Content starts
//! The folder of a run on disk: locked while it is written, every file whole or absent.

use super::records::{CellRecord, SCHEMA};
use super::{RunError, digest};
use crate::study::MOST_CELLS;
use crate::study::raw::open;
use atomic_write_file::AtomicWriteFile;
use serde::de::DeserializeOwned;
use serde::{Deserialize, Serialize};
use serde_json::Value;
use std::ffi::OsStr;
use std::fs::{File, TryLockError};
use std::io::{Read, Write};
use std::path::{Path, PathBuf};

/// A run folder held by this process.
#[derive(Debug)]
pub struct RunFolder {
    path: PathBuf,
    /// Held until the folder is dropped.
    _lock: File,
}

/// A cell's file: the record with its digest, so that an altered file is found out.
#[derive(Serialize, Deserialize)]
struct CellFile {
    digest: String,
    record: CellRecord,
}

fn io(path: &Path) -> impl FnOnce(std::io::Error) -> RunError + '_ {
    move |error| RunError::Io {
        path: path.to_owned(),
        error,
    }
}

fn write(path: &Path) -> impl FnOnce(std::io::Error) -> RunError + '_ {
    move |error| RunError::Write {
        path: path.to_owned(),
        error,
    }
}

impl RunFolder {
    /// Makes a new run folder and locks it before any work.
    ///
    /// # Errors
    /// [`RunError::Exists`], [`RunError::NotARun`], [`RunError::Busy`] or [`RunError::Make`].
    pub fn create(path: &Path) -> Result<Self, RunError> {
        let record = path.join(RECORD);
        if record.exists() {
            // Held by a running search, it is busy rather than finished.
            return Err(match lock(path) {
                Err(busy @ RunError::Busy(_)) => busy,
                _ => RunError::Exists(path.to_owned()),
            });
        }
        if path.is_dir() && holds_other_than_a_beginning(path).map_err(io(path))? {
            return Err(RunError::NotARun(path.to_owned()));
        }
        let folder = std::fs::create_dir_all(path)
            .map_err(write(path))
            .and_then(|()| Self::locked(path))
            .map_err(RunError::before_work)?;
        // Another search may have come and gone before the lock was ours.
        if record.exists() {
            return Err(RunError::Exists(path.to_owned()));
        }
        Ok(folder)
    }

    /// Locks an existing run folder to go on with it.
    ///
    /// # Errors
    /// [`RunError::Damaged`] when there is no run, [`RunError::Busy`] or [`RunError::Write`].
    pub fn open(path: &Path) -> Result<Self, RunError> {
        let record = path.join(RECORD);
        if !record.exists() {
            return Err(RunError::Damaged {
                path: record,
                reason: "is not there, so there is no run to go on with; start it without --resume"
                    .into(),
            });
        }
        Self::locked(path)
    }

    /// Locks the folder, makes its rooms and clears them of what writes that were killed left.
    fn locked(path: &Path) -> Result<Self, RunError> {
        let folder = Self {
            path: path.to_owned(),
            _lock: lock(path)?,
        };
        for room in ROOMS {
            let room = path.join(room);
            std::fs::create_dir_all(&room).map_err(write(&room))?;
        }
        let sheets = path.join("sheets");
        for place in rooms(path).chain([sheets]).filter(|room| room.is_dir()) {
            for entry in std::fs::read_dir(&place).map_err(io(&place))?.flatten() {
                if is_leftover(&entry.file_name()) {
                    // One that stays does no harm: nothing reads it.
                    let _ = std::fs::remove_file(entry.path());
                }
            }
        }
        Ok(folder)
    }

    /// The folder.
    pub fn path(&self) -> &Path {
        &self.path
    }

    /// Writes a file whole: a temporary beside it, flushed to the disk, then renamed.
    ///
    /// # Errors
    /// The system's, the old file untouched.
    pub fn write(&self, name: &str, bytes: &[u8]) -> Result<(), RunError> {
        let path = self.path.join(name);
        let written = AtomicWriteFile::open(&path).and_then(|mut file| {
            file.write_all(bytes)?;
            file.commit()
        });
        written.map_err(write(&path))
    }

    /// Writes a value as JSON.
    ///
    /// # Errors
    /// As [`RunFolder::write`].
    pub fn write_json<T: Serialize>(&self, name: &str, value: &T) -> Result<(), RunError> {
        let mut bytes = serde_json::to_vec(value).map_err(|e| RunError::Damaged {
            path: self.path.join(name),
            reason: format!("cannot be written as JSON: {e}"),
        })?;
        bytes.push(b'\n');
        self.write(name, &bytes)
    }

    /// Writes a finished cell.
    ///
    /// # Errors
    /// As [`RunFolder::write`].
    pub fn write_cell(&self, record: &CellRecord) -> Result<(), RunError> {
        let name = cell_name(record.cell);
        let digest = digest(record).map_err(|e| RunError::Damaged {
            path: self.path.join(&name),
            reason: format!("cannot be written as JSON: {e}"),
        })?;
        self.write_json(
            &name,
            &CellFile {
                digest,
                record: record.clone(),
            },
        )
    }
}

const LOCK: &str = "lock";
const RECORD: &str = "run.json";
const ROOMS: [&str; 2] = ["cells", "figures"];

/// The folder and its rooms.
fn rooms(path: &Path) -> impl Iterator<Item = PathBuf> + '_ {
    std::iter::once(path.to_owned()).chain(ROOMS.iter().map(|room| path.join(room)))
}

/// Whether a file is the temporary of a write that was killed: `.00003.json.Ab12Cd`, `.report.html.Ab12Cd`,
/// `.front.tmp.png`.
fn is_leftover(name: &OsStr) -> bool {
    let name = name.to_string_lossy();
    name.starts_with('.')
        && [".json.", ".csv.", ".html.", ".md.", ".svg.", ".tmp."]
            .iter()
            .any(|m| name.contains(m))
}

/// Whether a folder without a record holds more than a search leaves that was killed before it wrote one.
fn holds_other_than_a_beginning(path: &Path) -> std::io::Result<bool> {
    for place in rooms(path).filter(|place| place.is_dir()) {
        for entry in std::fs::read_dir(&place)? {
            let name = entry?.file_name();
            let ours = place == path && (name == LOCK || ROOMS.iter().any(|room| name == *room));
            if !ours && !is_leftover(&name) {
                return Ok(true);
            }
        }
    }
    Ok(false)
}

/// Name of a cell's file in its folder.
pub fn cell_name(cell: usize) -> String {
    format!("cells/{cell:05}.json")
}

/// Longest run record or cell that is read, bytes: a record has some thousands, a design of a cell two thousand.
const LONGEST_RECORD: u64 = 1 << 26;
/// Longest overall front, bytes.
const LONGEST_FRONT: u64 = 1 << 30;

/// A whole file, if it is one and not far too long.
fn load(name: &Path, longest: u64) -> Result<Vec<u8>, std::io::Error> {
    let mut bytes = Vec::new();
    open(name)?.take(longest + 1).read_to_end(&mut bytes)?;
    if bytes.len() as u64 > longest {
        return Err(std::io::Error::other(format!(
            "is longer than {longest} bytes, the most it may have"
        )));
    }
    Ok(bytes)
}

fn lock(path: &Path) -> Result<File, RunError> {
    let name = path.join(LOCK);
    let file = File::options()
        .create(true)
        .truncate(false)
        .write(true)
        .open(&name)
        .map_err(write(&name))?;
    match file.try_lock() {
        Ok(()) => Ok(file),
        Err(TryLockError::WouldBlock) => Err(RunError::Busy(path.to_owned())),
        Err(TryLockError::Error(e)) => Err(io(&name)(e)),
    }
}

/// Reads `run.json` as it stands.
///
/// # Errors
/// [`RunError::Damaged`] when it is no run record of this schema, or the system's.
pub fn read_run(path: &Path) -> Result<Value, RunError> {
    let name = path.join(RECORD);
    let text = load(&name, LONGEST_RECORD).map_err(io(&name))?;
    let damaged = |reason: String| RunError::Damaged {
        path: name.clone(),
        reason,
    };
    let value: Value =
        serde_json::from_slice(&text).map_err(|e| damaged(format!("is no run record: {e}")))?;
    if value["schema"] == SCHEMA {
        Ok(value)
    } else {
        Err(damaged(format!(
            "has schema {}; this program reads {SCHEMA}",
            value["schema"]
        )))
    }
}

/// The study, the technology or the technologies of a run record as resolved, if they are what the run was started with.
///
/// # Errors
/// [`RunError::Damaged`] when it was altered or is none.
pub fn resolved<T: DeserializeOwned>(path: &Path, run: &Value, key: &str) -> Result<T, RunError> {
    let damaged = |reason: String| RunError::Damaged {
        path: path.join(RECORD),
        reason: format!("its {key} is damaged: {reason}"),
    };
    let mut hashed = run[key].clone();
    let hash = if key == "study" {
        unplaced(&mut hashed);
        "study_hash"
    } else {
        "technology_hash"
    };
    let found = digest(&hashed).map_err(|e| damaged(e.to_string()))?;
    if run[hash] != found {
        return Err(damaged("it does not match its hash".into()));
    }
    serde_json::from_value(run[key].clone()).map_err(|e| damaged(e.to_string()))
}

/// Takes away where technology files lie, which is no part of what a run is.
pub(super) fn unplaced(study: &mut Value) {
    if let Some(map) = study.as_object_mut() {
        map.shift_remove("technology");
        if let Some(Value::Object(sweep)) = map.get_mut("sweep") {
            sweep.shift_remove("technologies");
        }
    }
}

/// Reads a cell; `Ok(None)` when it is not there.
///
/// # Errors
/// [`RunError::Damaged`] when it is truncated, altered or another cell's, or the system's.
pub fn read_cell(path: &Path, cell: usize) -> Result<Option<CellRecord>, RunError> {
    let name = path.join(cell_name(cell));
    let text = match load(&name, LONGEST_RECORD) {
        Ok(text) => text,
        Err(e) if e.kind() == std::io::ErrorKind::NotFound => return Ok(None),
        Err(e) => return Err(io(&name)(e)),
    };
    let damaged = |reason: String| RunError::Damaged {
        path: name.clone(),
        reason,
    };
    let file: CellFile =
        serde_json::from_slice(&text).map_err(|e| damaged(format!("is damaged: {e}")))?;
    let found = digest(&file.record).map_err(|e| damaged(format!("is damaged: {e}")))?;
    if found != file.digest {
        return Err(damaged("is damaged: its digest does not match".into()));
    }
    if file.record.cell != cell {
        return Err(damaged(format!("holds cell {}", file.record.cell)));
    }
    Ok(Some(file.record))
}

/// Reads the overall front.
///
/// # Errors
/// [`RunError::Damaged`] when it is none, or the system's.
pub fn read_front(path: &Path) -> Result<super::records::DesignList, RunError> {
    read_record(&path.join("front.json"))
}

/// Reads a record that a run may lack, as one that was cut short or found no design.
///
/// # Errors
/// As [`read_front`].
pub fn read_optional<T: DeserializeOwned>(path: &Path, name: &str) -> Result<Option<T>, RunError> {
    let file = path.join(name);
    if file.exists() {
        read_record(&file).map(Some)
    } else {
        Ok(None)
    }
}

fn read_record<T: DeserializeOwned>(file: &Path) -> Result<T, RunError> {
    let text = load(file, LONGEST_FRONT).map_err(io(file))?;
    serde_json::from_slice(&text).map_err(|e| RunError::Damaged {
        path: file.to_owned(),
        reason: format!("is damaged: {e}"),
    })
}

/// Reads the fronts of all cells that are finished, in their order.
///
/// # Errors
/// As [`read_run`] and [`read_cell`].
pub fn read_all_fronts(path: &Path) -> Result<super::records::DesignList, RunError> {
    let run = read_run(path)?;
    let cells = run["cells"].as_u64().unwrap_or(0);
    if cells > MOST_CELLS as u64 {
        return Err(RunError::Damaged {
            path: path.join(RECORD),
            reason: format!("counts {cells} cells; no study has more than {MOST_CELLS}"),
        });
    }
    let mut designs = Vec::new();
    for cell in 0..cells as usize {
        if let Some(record) = read_cell(path, cell)? {
            designs.extend(record.designs);
        }
    }
    Ok(super::records::DesignList { designs })
}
Content ends
> _TASK TO CARRY OUT_
Set down exactly the lines of the data above, beginning with the line that has "far too long." and ending with the line that has "if bytes.len() as", and no others.

> _ANSWER_
/// A whole file, if it is one and not far too long.
fn load(name: &Path, longest: u64) -> Result<Vec<u8>, std::io::Error> {
    let mut bytes = Vec::new();
    open(name)?.take(longest + 1).read_to_end(&mut bytes)?;
    if bytes.len() as u64 > longest {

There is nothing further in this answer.